I wrote about the a priori view, as implied by the
O.P.'s statement that he "expected" a particular outcome
from undefined behavior. If Billy Boozer gets behind the
wheel there is no surety that he will wrap himself around
a tree, or that he will get safely home, or that the same
thing will happen this time as happened last time.

 

[Rod Pemberton]

There is no such thing as an "implicit cast," just as
there is no such thing as the "automatic cast" you mentioned
in your earlier post. A cast is an operator, something you
write into your code just like `+' or `&' or `sizeof', and
is always explicit -- never implicit, never automatic.

Do you know where the term "implicit cast" originated? Was it just early
terminology to describe K&R C conversions?

I'm completely familiar with the term although it doesn't seem to appear in
any of the C references I currently use. Internet searches seem to pull up
Java or C++, but I'm unfamiliar with them. I understand "implicit cast" to
mean a widening or narrowing conversion between default types.
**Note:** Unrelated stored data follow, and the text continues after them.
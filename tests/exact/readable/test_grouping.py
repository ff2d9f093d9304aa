"""Grouping: the forms a designer writes, never longer than the expanded sum, factors that multiply back."""

from __future__ import annotations

from functools import reduce
from operator import mul
from typing import Any

import pytest
from hypothesis import given, settings
from hypothesis import strategies as st

from symnet.exact.polynomials import make_ring
from symnet.exact.readable.forms import as_ratio
from symnet.exact.readable.grouping import LONGEST_PLAIN, Grouping, kind_of, kind_of_name
from symnet.exact.readable.packed import LONGEST_GROUPED, Polynomial
from symnet.typeset.length import length
from symnet.typeset.polynomials import plain
from symnet.typeset.tree import Omitted, Sum
from symnet.typeset.writing import to_text

RING = make_ring(["R1", "R2", "R3", "R4", "L1", "L2", "C1", "C2", "C3", "C4", "K", "A1.R1"])
s, R1, R2, R3, R4, L1, L2, C1, C2, C3, C4, K, inner = RING.gens
NAMES = [str(symbol) for symbol in RING.symbols]


def packed(p: Any) -> tuple[Grouping, Polynomial]:
    space = Grouping(NAMES, max((e for m in p for e in m), default=1))
    return space, {space.pack(m): int(c) for m, c in p.items()}


def grouped(p: Any) -> str:
    space, q = packed(p)
    return to_text(space.tree(q))


@pytest.mark.parametrize(
    ("polynomial", "text"),
    [
        (R1 * C1 + R1 * C2 + R2 * C2, "R1*C1 + (R1 + R2)*C2"),
        (R1 * C1 + R2 * C1, "(R1 + R2)*C1"),
        ((R1 + R2) * (C1 + C2) * R3, "R3*(R1 + R2)*(C1 + C2)"),
        ((R1 + R2) * (C1 + C2) + R3 * C4, "(R1 + R2)*(C1 + C2) + R3*C4"),
        ((R1 + R2 + R3) * (C1 + C2 + C3) + R4 * C4, "(R1 + R2 + R3)*(C1 + C2 + C3) + R4*C4"),
        ((1 - K) * R1 * C1 + (R1 + R2) * C2, "(R1 + R2)*C2 + (1 - K)*R1*C1"),
        (R1 * R2 + R1 * R3 + R2 * R3, "R1*R2 + R3*(R1 + R2)"),
        (L1 + L2 + C1 * R1 * R2, "L1 + L2 + R1*R2*C1"),
        ((R1 + R2) ** 2, "(R1 + R2)^2"),
        ((R1 + R2) ** 2 * C1 + R3 * C2, "R3*C2 + (R1 + R2)^2*C1"),
        (R1**3 - 1, "R1^3 - 1"),
        (4 * R1 * C1, "4*R1*C1"),
        (2 * R1 + 4 * R2, "2*R1 + 4*R2"),
        (3 + 3 * K, "3 + 3*K"),
        (R2 - R1, "R2 - R1"),
        (-R1 - R2, "-R1 - R2"),
        (R1 * (R2 - R1) * C1 + R2 * C2, "R2*C2 + R1*(R2 - R1)*C1"),
        (s**2 * C1 * L1 * R1, "s^2*R1*L1*C1"),
        (inner * R1 + inner * C1 * K * R1, "R1*A1.R1*(1 + K*C1)"),
        (RING.one, "1"),
        (RING.zero, "0"),
        (-RING.one, "-1"),
    ],
)
def test_forms_verbatim(polynomial: Any, text: str) -> None:
    assert grouped(polynomial) == text


def test_the_four_section_ladder() -> None:
    """First-order coefficient: every capacitor times the resistance between it and the source."""
    p = R1 * C1 + (R1 + R2) * C2 + (R1 + R2 + R3) * C3 + (R1 + R2 + R3 + R4) * C4
    assert grouped(p) == "R1*C1 + (R1 + R2)*(C2 + C3 + C4) + R3*C3 + (R3 + R4)*C4"


def polynomials(names: list[Any], most: int = 6, power: int = 1) -> st.SearchStrategy[Any]:
    powers = st.tuples(st.sampled_from(names), st.integers(1, power)).map(lambda pair: pair[0] ** pair[1])
    monomial = st.lists(powers, max_size=3, unique=True).map(lambda chosen: reduce(mul, chosen, RING.one))
    terms = st.lists(st.tuples(st.sampled_from([1, 1, 1, -1, 2, -3]), monomial), max_size=most)
    return terms.map(lambda pairs: sum((c * m for c, m in pairs), RING.zero))


SOME = polynomials([R1, R2, R3, C1, C2, K], power=2)
LEFT, RIGHT = polynomials([R1, R2, R3]), polynomials([C1, C2, K])


@settings(deadline=None)
@given(SOME, SOME, SOME)
def test_the_form_has_the_value_of_the_polynomial(a: Any, b: Any, c: Any) -> None:
    """Law: the tree, multiplied out in the ring, is the polynomial it was made from."""
    p = a * b + c
    space, q = packed(p)
    above, below = as_ratio(space.tree(q), RING)
    assert above == p * below


@settings(deadline=None)
@given(LEFT, RIGHT, SOME)
def test_the_form_is_never_longer_than_the_expanded_sum(a: Any, b: Any, c: Any) -> None:
    """Law: brackets are there to save symbols."""
    p = a * b + c
    space, q = packed(p)
    assert length(space.tree(q)) <= length(plain(p))


def test_a_very_long_sum_is_written_in_part_and_counted() -> None:
    p = (R1 + R2 + R3 + C1 + C2) ** 4 + K
    assert len(p) == 71 > LONGEST_GROUPED
    space, q = packed(p)
    tree = space.tree(q)
    assert isinstance(tree, Sum)
    assert len(tree.terms) == LONGEST_PLAIN + 1
    assert tree.terms[-1] == (1, Omitted(71 - LONGEST_PLAIN))


@settings(deadline=None)
@given(SOME)
def test_the_same_polynomial_gives_the_same_form(p: Any) -> None:
    """Law: the form does not depend on the order in which the terms are stored."""
    turned = RING.from_dict(dict(reversed(list(p.items()))))
    assert grouped(p) == grouped(turned)


def test_kinds() -> None:
    assert [kind_of_name(name) for name in ("s", "K", "wt", "R1", "Z1", "L1", "M", "C1", "U1.C2")] == [
        0, 1, 1, 2, 2, 3, 3, 4, 4,
    ]  # fmt: skip
    assert kind_of({"R1": 1, "R2": 1, "R3": -1}) == 2
    assert kind_of({"R1": 1, "R2": -1}) == kind_of({}) == kind_of({"K": 2}) == 1
    assert kind_of({"R1": 1, "C1": 1}) is kind_of({"R1": 2}) is None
The term
usually comes to mind in the rare case when a conversion fails: e.g., when a
default type which is 16-bit in size for a specific compiler is assigned to
a default type which is 32-bits in size, and the upper 16-bits of the 32-bit
type fail to clear, thereby requiring an explicit cast or bitwise operation.

Some of the earliest posts include use of "implicit int" by Chris Torek and
Steve Summit::
CT http://groups.google.com/group/comp.lang.c/msg/cfcd6dcae2d21428
SS http://groups.google.com/group/comp.lang.c/msg/85f41433d4173bd

Basically, Steve Summit said an "implicit cast" refers to operations
required by the C language in "X3.159, section 3.3.16.1, p. 54, lines
26-28". Since there isn't a one-to-one correspondence between the ANSI and
ISO specifications, could someone post those three lines?


Rod Pemberton

 

[Joe Wright]

Do you know where the term "implicit cast" originated? Was it just early
terminology to describe K&R C conversions?

I'm completely familiar with the term although it doesn't seem to appear in
any of the C references I currently use. Internet searches seem to pull up
Java or C++, but I'm unfamiliar with them. I understand "implicit cast" to
mean a widening or narrowing conversion between default types. The term
usually comes to mind in the rare case when a conversion fails: e.g., when a
default type which is 16-bit in size for a specific compiler is assigned to
a default type which is 32-bits in size, and the upper 16-bits of the 32-bit
type fail to clear, thereby requiring an explicit cast or bitwise operation.

Some of the earliest posts include use of "implicit int" by Chris Torek and
Steve Summit::
CT http://groups.google.com/group/comp.lang.c/msg/cfcd6dcae2d21428
SS http://groups.google.com/group/comp.lang.c/msg/85f41433d4173bd

Basically, Steve Summit said an "implicit cast" refers to operations
required by the C language in "X3.159, section 3.3.16.1, p. 54, lines
26-28". Since there isn't a one-to-one correspondence between the ANSI and
ISO specifications, could someone post those three lines?

I would guess that there is no "implicit cast" at all. There are
"implicit conversions" provided by the language and "explicit
conversions" provided by casting.

 

[Mark McIntyre]

Do you know where the term "implicit cast" originated?

As far as I'm aware its nothing more than a mistake, common amongst
newbies and all too often not unlearned later in life. Its like saying
"should of" or using "enormity" to mean very big.

--
Mark McIntyre

"Debugging is twice as hard as writing the code in the first place.
Therefore, if you write the code as cleverly as possible, you are,
by definition, not smart enough to debug it."
--Brian Kernighan

 

[pete]

As far as I'm aware its nothing more than a mistake, common amongst
newbies and all too often not unlearned later in life. Its like saying
"should of" or using "enormity" to mean very big.

.... or "typecast", instead of "cast".